■ Description of the task
Line by line, check the data for the string "their" and state how many lines have it, nothing more.

■ Supplied entries
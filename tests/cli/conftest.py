from __future__ import annotations

import pytest
from command_line import Cli, Result

from toewright_cli.app import run


@pytest.fixture
def cli(capsys: pytest.CaptureFixture[str], monkeypatch: pytest.MonkeyPatch) -> Cli:
    """The command line in this process, as a pipe sees it."""
    monkeypatch.delenv("COLUMNS", raising=False)

    def call(*arguments: object) -> Result:
        capsys.readouterr()
        code = run([str(a) for a in arguments])
        seen = capsys.readouterr()
        return Result(code, seen.out, seen.err)

    return call
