@pytest.mark.parametrize("kind", PLAIN)
@settings(max_examples=60)
@given(variant=st.sampled_from(VARIANTS), shift=st.tuples(*[st.floats(-900.0, 900.0)] * 3))
def test_origin(kind: str, variant: Variant, shift: tuple[float, float, float]) -> None:
    axle = AXLES[kind]
    order, signs, unit, side = variant
    radius = axle.wheel.loaded_radius
    table = table_of(axle, variant, origin=shift)
    # where the car's origin is, in the table's own columns and unit
    place = -np.array(shift)[list(order)] * signs / MM[unit]
    (reading,) = conclude(
        table,
        "t.csv",
        loaded_radius=radius,
        axes=right_axes(variant),
        unit=unit,
        side=side,
        origin=place,  # type: ignore[arg-type]
    )
    assert_exact(reading, axle, side)
    try:
        (found,) = conclude(table, "t.csv", loaded_radius=radius, side=side, origin=place)  # type: ignore[arg-type]
        assert_exact(found, axle, side)
    except InputError:
        assert right_axes(variant).mirrors
    try:
        (blind,) = conclude(table, "t.csv", loaded_radius=radius, side=side)  # type: ignore[arg-type]
    except InputError:
        return
    # without an origin the table's own is taken: only where it leaves the wheel near the road
    assert abs(shift[2]) <= 0.2 * radius + 1e-9
    np.testing.assert_allclose(
        blind.corner.points["wheel_centre"], axle.corner(side).points["wheel_centre"] - shift, atol=1e-9
    )


def test_origin_under_the_wheel() -> None:
    axle = AXLES["marten_front"]
    for variant in VARIANTS[::5]:
        table = table_of(axle, variant, origin=(-700.0, 0.0, 120.0))
        options = {"axes": right_axes(variant), "side": variant[3], "origin": UNDER_WHEEL}
        (reading,) = conclude(table, "t.csv", loaded_radius=228.0, unit=variant[2], **options)  # type: ignore[arg-type]
        wheel = axle.corner(variant[3]).points["wheel_centre"]
        for name, point in axle.corner(variant[3]).points.items():
            expected = point - [wheel[0], 0.0, wheel[2] - 228.0]
            np.testing.assert_allclose(reading.corner.points[name], expected, rtol=0.0, atol=1e-9)
        with pytest.raises(InputError, match="--origin under-wheel leaves the unit open; give --unit mm, m or in"):
            conclude(table, "t.csv", loaded_radius=228.0, **options)  # type: ignore[arg-type]


def test_a_unit_of_none_of_the_three_is_refused_without_a_header() -> None:
    axle = AXLES["marten_front"]
    table = table_of(axle, ((0, 1, 2), (1.0, 1.0, 1.0), "mm", "left"))
    for factor in (0.1, 0.01, 1 / 304.8):  # cm, dm, ft
        odd = PointTable(table.names, table.values * factor, "comma", "point", (), None)
        with pytest.raises(InputError, match="--unit"):
            conclude(odd, "t.csv", loaded_radius=228.0, side="left")
        with pytest.raises(InputError, match="--unit"):
            conclude(odd, "t.csv", loaded_radius=228.0, side="left", origin=np.zeros(3))


def test_header_unit_and_options() -> None:
    axle = AXLES["marten_front"]
    plain = table_of(axle, ((0, 1, 2), (1.0, 1.0, 1.0), "in", "left"))

    def with_unit(unit: str | None, words: tuple[str, ...] = ()) -> PointTable:
        return PointTable(plain.names, plain.values, "comma", "point", (), unit, words)

    (reading,) = conclude(with_unit("in"), "t.csv", loaded_radius=228.0, side="left")
    assert "unit in (from the header)" in reading.concluded
    for table, unit, sentence in (
        (with_unit("in"), "mm", "--unit mm: but the header says in; correct one"),
        (with_unit("mm"), None, "no reading"),
        (with_unit(None, ("cm",)), "mm", "header says cm; only mm, m and in"),
        (with_unit(None, ("car",)), None, "says 'car' where a unit would stand; give the true one: --unit"),
    ):
        with pytest.raises(InputError, match=sentence):
            conclude(table, "t.csv", loaded_radius=228.0, side="left", unit=unit)
    assert_exact(
        conclude(with_unit(None, ("car",)), "t.csv", loaded_radius=228.0, side="left", unit="in")[0], axle, "left"
    )


def test_road_is_asked_about() -> None:
    axle = AXLES["marten_front"]
    table = table_of(axle, ((0, 1, 2), (1.0, 1.0, 1.0), "mm", "left"), origin=(0.0, 0.0, 228.0))
    options = {"axes": parse_axes("x,y,z"), "side": "left"}
    sentence = r"wheel_centre would be 0\.0 mm above z = 0 .* give --origin X,Y,Z.* or --origin under-wheel"
    with pytest.raises(InputError, match=sentence + r" \(or --unit, if it is not mm\)"):
        conclude(table, "t.csv", loaded_radius=228.0, **options)  # type: ignore[arg-type]
    with pytest.raises(InputError, match=sentence + "$"):
        conclude(table, "t.csv", loaded_radius=228.0, unit="mm", **options)  # type: ignore[arg-type]


def test_unclear_axes_are_asked_about_and_taken_when_given() -> None:
    points = {name: np.array(point) for name, point in PLAIN["double-wishbone"].items()}
    points["lower_ball_joint"] = np.array([300.0, 561.0, 116.0])  # an arm swept far forward
    values = np.array(list(points.values()))
    table = PointTable(tuple(points), values, "comma", "point", (), "mm")
    with pytest.raises(
        InputError, match=r"no reading .* clearly where their names say .* give --axes, --unit and --side"
    ):
        conclude(table, "t.csv", loaded_radius=228.0, side="left")
    (reading,) = conclude(table, "t.csv", loaded_radius=228.0, side="left", axes=parse_axes("x,y,z"))
    np.testing.assert_array_equal(reading.corner.points["lower_ball_joint"], points["lower_ball_joint"])


def test_exchanged_points_are_refused() -> None:
    for one, other in (
        ("lower_pivot_front", "lower_pivot_rear"),
        ("upper_ball_joint", "lower_ball_joint"),
        ("tie_rod_inner", "tie_rod_outer"),
    ):
        points = dict(PLAIN["double-wishbone"])
        points[one], points[other] = points[other], points[one]
        table = PointTable(tuple(points), np.array(list(points.values())), "comma", "point", (), "mm")
        for axes, sentence in (
            (None, "exchanged|where their names say"),
            (parse_axes("x,y,z"), "where their names say"),
        ):
            with pytest.raises(InputError, match=sentence):
                conclude(table, "t.csv", loaded_radius=228.0, side="left", axes=axes)


def test_sources_unused_and_words() -> None:
    axle = AXLES["strut"]
    table = table_of(axle, ((0, 1, 2), (1.0, -1.0, -1.0), "mm", "right"))
    named = tuple("hub" if name == "wheel_centre" else name for name in table.names)
    table = PointTable((*named, "spring seat"), np.vstack([table.values, [1.0, 2.0, 3.0]]), "comma", "point", (), None)
    (reading,) = conclude(table, "t.csv", loaded_radius=RADIUS["strut"], side="right", names={"hub": "wheel_centre"})
    assert_exact(reading, axle, "right")
    assert reading.sources["wheel_centre"][0] == "hub"
    assert reading.unused == ("spring seat",)
    assert [word.split()[0] for word in reading.concluded] == ["axes", "unit", "type"]


@pytest.mark.parametrize("text", ["", "x,y", "x,y,y", "x,y,w", "x y z", "x,-,z", "--x,y,z", "x,y,z,x", "sae"])
def test_bad_axis_maps(text: str) -> None:
    with pytest.raises(InputError, match=r"--axes .*: is no axis map; write which columns .*--axes=-y,x,z"):
        parse_axes(text)


def test_axis_maps() -> None:
    assert parse_axes(" -Y, +x ,Z").text == "-y,x,z"
    assert parse_axes("SAE-J670").text == "x,-y,-z"
    np.testing.assert_array_equal(parse_axes("-y,x,z").matrix @ [1.0, 2.0, 3.0], [-2.0, 1.0, 3.0])
    for axes in ALL_AXIS_MAPS:
        assert parse_axes(axes.text) == axes
        assert axes.mirrors is bool(np.linalg.det(axes.matrix) < 0)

■ Task output
3